The algorithm to find peaks (peaks()) works by looping through the intensity data and checking if its above a set limit. The limit is set by the user and is given by: mean+standarddiv*f, where f is a floating point value set by user. If the cell the loop is looking at is above the limit it will set value and index to that cells value and index. If the next cell is of larger value then the value and index will be updated to that value and index. If the next value is lower the value and index variable will not be updated and the next iteration of the loop will start. If the value from the array is under the limit then the index is stored in an array and the index and value variables are reset to 0. Then the algorithm waits for another jump above the limit in data and repeats the steps. The algorithm has some limitations that will be discussed later. The function writer() takes the data and calulates the d values and writes it all in a file. This function is made so there is less to read and hopefully makes the code more readable.

The peakfinding was inspired by a webpage containing diffrent kinds of peak detecting algorithms[3]. It was then modified for the c language and use of array instead of heap. The choice of limit to be mean+x*std is so that the limit scales with the data given. It could easily be altared to take any number as limit but is very convenient when working with many files with diffrent data. The choice to add one standard diviation will give most of the peaks and no peaks from noice.

The graph now also has an extended version available, where the peaks are indecate and the graph is saved.I want to thank Ladislav with the assistance on the extension.

An example

Lets have an example run of the program.

The sample CPD-1A.PRN contains the minerals Corundum, Fluorite and Zincite so lets compare it to Corundum. Start of the program we give the file name Corundum,to the program and press p at the next prompt to find the peaks of the file. We set the limit to 1(*std+mean)and write the name of the file we want to create and we get the file shown under, see Fig3. So to compare them we must do the same for the CORUNDUM.PRN file. This can be done with either changing file by pressing 'n' by the main prompt or restarting the program. Lets assume this is done and we get the file in Fig4.

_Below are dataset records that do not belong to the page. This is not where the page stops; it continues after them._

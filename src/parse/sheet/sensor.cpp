// [sensor.NAME]: what all kinds share stands here, the keys of each kind in the table of sensor/.
#include <algorithm>
#include <array>

#include "base/names.hpp"
#include "parse/sheet/tables.hpp"
#include "sensor/law.hpp"

namespace parse {
namespace {

constexpr std::array<std::string_view, 9> later_kinds{"potentiometer", "force",   "strain", "silicon", "power",
                                                      "table",         "formula", "steps",  "current"};

Unit unit_of(sensor::KeyUnit unit) {
  switch (unit) {
    case sensor::KeyUnit::ohms:
      return Unit::ohm;
    case sensor::KeyUnit::kelvin:
      return Unit::kelvin;
    case sensor::KeyUnit::degrees:
      return Unit::degc;
    case sensor::KeyUnit::volts:
      return Unit::volt;
    case sensor::KeyUnit::number:
    case sensor::KeyUnit::text:
      break;
  }
  return Unit::none;
}

Unit measurand_unit(const sensor::Kind& kind) {
  if (kind.unit == "degC") return Unit::degc;
  if (kind.unit == "V") return Unit::volt;
  if (kind.unit == "lx" || kind.unit == "lux") return Unit::lux;
  return Unit::none;
}

std::string known_kinds() {
  std::string text;
  for (const sensor::Kind& kind : sensor::kinds()) text += fmt::format("{}\"{}\"", text.empty() ? "" : ", ", kind.name);
  return text;
}

const sensor::Kind* read_kind(TableKeys& keys, model::SensorDeclaration& to) {
  const auto name = keys.name("kind", fmt::format("a kind of sensor ({})", known_kinds()));
  keys.missing("kind", fmt::format(": one of {}", known_kinds()));
  if (!name) return nullptr;
  to.kind = *name;
  const sensor::Kind* kind = sensor::find_kind(name->value);
  if (kind != nullptr) return kind;
  const bool later = std::find(later_kinds.begin(), later_kinds.end(), name->value) != later_kinds.end();
  const std::string shown = base::printable_short(name->value);
  keys.context().error(name->where, later
                                        ? fmt::format("kind \"{}\" is not supported by this version", shown)
                                        : fmt::format("unknown kind \"{}\"; expected one of {}", shown, known_kinds()));
  return nullptr;
}

void read_between(TableKeys& keys, const sensor::Kind& kind, model::SensorDeclaration& to) {
  if (kind.moves == sensor::Moves::rail) {
    keys.refuse("between",
                fmt::format("\"between\" does not go with kind \"{}\": the table's name is the rail's", kind.name));
    return;
  }
  if (kind.moves == sensor::Moves::parameter) {
    keys.refuse("between",
                fmt::format("\"between\" does not go with kind \"{}\": the part that the table names has its "
                            "ends in the netlist",
                            kind.name));
    return;
  }
  const TomlEntry* entry = keys.take("between");
  if (entry == nullptr) return;
  SheetContext& context = keys.context();
  const TomlArray* nets = entry->node.array();
  if (nets == nullptr || nets->items.size() != 2) {
    context.error(entry->node.where, mismatch("two nets such as [\"NET_A\", \"0\"]", entry->node, context));
    return;
  }
  auto first = name_of(nets->items[0], "the name of a net", context);
  auto second = name_of(nets->items[1], "the name of a net", context);
  if (!first || !second) return;
  if (base::same_name(*first, *second)) {
    context.error(entry->node.where, mismatch("two different nets", entry->node, context));
    return;
  }
  using Name = model::Declared<std::string>;
  to.between = std::pair{Name{*first, nets->items[0].where}, Name{*second, nets->items[1].where}};
}

// The needed accuracy is a difference of the measurand: of temperatures, a number of kelvin.
void read_accuracy(TableKeys& keys, const sensor::Kind& kind, model::SensorDeclaration& to) {
  const TomlEntry* entry = keys.take("accuracy");
  if (entry == nullptr) return;
  const auto* text = entry->node.text();
  if (entry->node.array() != nullptr || (text != nullptr && text->find('%') != std::string::npos)) {
    const std::string_view what = text != nullptr ? "an accuracy in percent of the reading" : "an accuracy in bands";
    keys.context().error(entry->node.where, fmt::format("{} is not supported by this version", what));
    return;
  }
  const Unit unit = measurand_unit(kind);
  to.accuracy = keys.quantity("accuracy", unit == Unit::degc ? Unit::kelvin : unit, Bound::above_zero);
}

void read_sweep(TableKeys& keys, const sensor::Kind& kind, model::SensorDeclaration& to) {
  const Unit unit = measurand_unit(kind);
  to.from = keys.quantity("from", unit, Bound::any);
  to.to = keys.quantity("to", unit, Bound::any);
  keys.missing("from");
  keys.missing("to");
  if (const auto spacing = keys.choice("spacing", {"linear", "log"})) {
    const auto value = spacing->value == 0 ? model::Spacing::linear : model::Spacing::logarithmic;
    to.spacing = model::Declared<model::Spacing>{value, spacing->where};
  }
  if (kind.moves == sensor::Moves::parameter) {
    to.sweep = keys.name("sweep", "the name of a parameter");
    keys.missing("sweep", ": the parameter that it sweeps");
  } else {
    keys.refuse("sweep", fmt::format("\"sweep\" goes with kind \"parameter\" only, not with \"{}\"", kind.name));
  }
}

void check_sweep(const model::SensorDeclaration& sensor, SheetContext& context) {
  if (!sensor.from || !sensor.to) return;
  const double from = sensor.from->value;
  const double to = sensor.to->value;
  if (from >= to) {
    context.error(sensor.to->where, fmt::format("\"to\" must be above \"from\", found {} and {}",
                                                base::number_text(to, 7), base::number_text(from, 7)));
  } else if (sensor::spacing_of(sensor) == model::Spacing::logarithmic && from <= 0) {
    context.error(sensor.from->where, fmt::format("a sweep with spacing \"log\" must begin above zero, found {}",
                                                  base::number_text(from, 7)));
  }
}

void read_settings(TableKeys& keys, const sensor::Kind& kind, model::SensorDeclaration& to) {
  for (const sensor::Key& key : kind.keys) {
    if (key.unit == sensor::KeyUnit::text) {
      if (auto text = keys.name(key.name, "a text")) {
        to.settings.push_back({std::string(key.name), std::move(text->value), text->where});
      }
    } else if (const auto number = keys.quantity(key.name, unit_of(key.unit), Bound::any)) {
      to.settings.push_back({std::string(key.name), number->value, number->where});
    }
  }
}

// Keys that are right for another kind: the kind may be what is wrong.
void refuse_other_kinds(TableKeys& keys, const sensor::Kind& kind) {
  const auto has = [](const sensor::Kind& of, std::string_view name) {
    return std::any_of(of.keys.begin(), of.keys.end(), [&](const sensor::Key& key) { return key.name == name; });
  };
  for (const sensor::Kind& other : sensor::kinds()) {
    for (const sensor::Key& key : other.keys) {
      if (has(kind, key.name)) continue;
      keys.refuse(key.name,
                  fmt::format("\"{}\" is a key of kind \"{}\", not of \"{}\"", key.name, other.name, kind.name));
    }
  }
}

// Where the key stands that a message of the law names first; else the table.
source::Span place_of(const std::string& message, const model::SensorDeclaration& sensor) {
  source::Span found = sensor.where;
  auto first = std::string::npos;
  const auto look = [&](std::string_view key, source::Span where) {
    const auto at = message.find(fmt::format("\"{}\"", key));
    if (at < first) first = at, found = where;
  };
  for (const model::SensorSetting& setting : sensor.settings) look(setting.key, setting.where);
  if (sensor.from) look("from", sensor.from->where);
  if (sensor.to) look("to", sensor.to->where);
  return found;
}

void check_law(const model::SensorDeclaration& sensor, TableKeys& keys) {
  const auto law = sensor::law_of(sensor);
  if (law) return;
  keys.context().error(place_of(law.error(), sensor), fmt::format("[{}]: {}", keys.title(), law.error()));
}

}  // namespace

void read_sensor(const std::string& name, TableKeys& keys, model::Sheet& sheet) {
  model::SensorDeclaration sensor;
  sensor.name = name;
  sensor.where = keys.where();
  const std::size_t before = keys.context().diagnostics.size();
  const sensor::Kind* kind = read_kind(keys, sensor);
  if (kind == nullptr) return;
  read_between(keys, *kind, sensor);
  read_sweep(keys, *kind, sensor);
  read_accuracy(keys, *kind, sensor);
  read_settings(keys, *kind, sensor);
  refuse_other_kinds(keys, *kind);
  keys.finish({"resolution",
               "tolerance",
               "beta_tolerance",
               "dissipation",
               "duty",
               "detect_fault",
               "needs_ac",
               "points",
               "class",
               "coefficients",
               "ohms",
               "taper",
               "end_ohms",
               "siemens_per_newton",
               "siemens_at_zero",
               "gauge_factor",
               "temperature_coefficient",
               "a1",
               "a2",
               "ohms_at_one",
               "exponent",
               "file",
               "interpolate",
               "state",
               "into"});
  check_sweep(sensor, keys.context());
  const bool clean = keys.context().complete && keys.context().diagnostics.size() == before;
  if (clean && kind->moves == sensor::Moves::ohms) check_law(sensor, keys);
  sheet.sensors.push_back(std::move(sensor));
}

}  // namespace parse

Further we press 'c' at the main prompt to compare the files we have generated. It will first ask for the cut of distance from the peak that is wanted. From some testing it seems that the peaks can move with a couple or so angels. Lets choose 5 to get most of them. Then we write the names we chose for the peak files and we get the result printed out under in Fig5.

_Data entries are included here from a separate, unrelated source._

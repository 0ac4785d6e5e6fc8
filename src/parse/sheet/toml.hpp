// Bytes -> tree: the only place that knows the TOML library.
#pragma once

#include <optional>

#include "parse/sheet.hpp"
#include "parse/sheet/tree.hpp"

namespace parse {

// The TOML of a file, or of the *| lines of a netlist, with places in that text. Nothing after a syntax error, which is
// told in `diagnostics`; the library stops at the first.
[[nodiscard]] std::optional<TomlTable> read_toml(const SheetSource& place, const source::Sources& sources,
                                                 source::Diagnostics& diagnostics);

}  // namespace parse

Then with this data we might like to se the plot to see if this is reasonable and if we missed any peaks. We are returned to the main prompt again so we chose 'g' and it will work for a second and return us again. We write 'e' to end the program and it displays the graph under to us,see Fig6 for the sample and Fig7 for Corundum.

And we may choose to use the extended feature that indecates peaks and saves the graph. See Fig8.


The peakfinding algorithm used has two flaws as i can see.

  • Peaks lost because they are under limit.
  • Peaks lost beacuse they are over limit but not under again before another peak.

The first points effect has been limited because the user, that knows the data, can set the limit. If they suspect there is points lost the limit can be lowered or raised. A look at the graph can also be used by the user to make decisions on the limit.

The second point is more tricky. The algorithm "triggers" a new peak if its above the limit and goes below it again. If the data does not go below the limit again before another peak, the highest peak will only be recorded. See fig9 and fig10.

These two problems are not that big in diffraction data as the peaks are more often then not seperated and large in value.

Small comment on data type choice. All floating-point types are double that is because I though d values would need the extra decimals. It became a habit and almost all double could be set to float. This would use less storage space.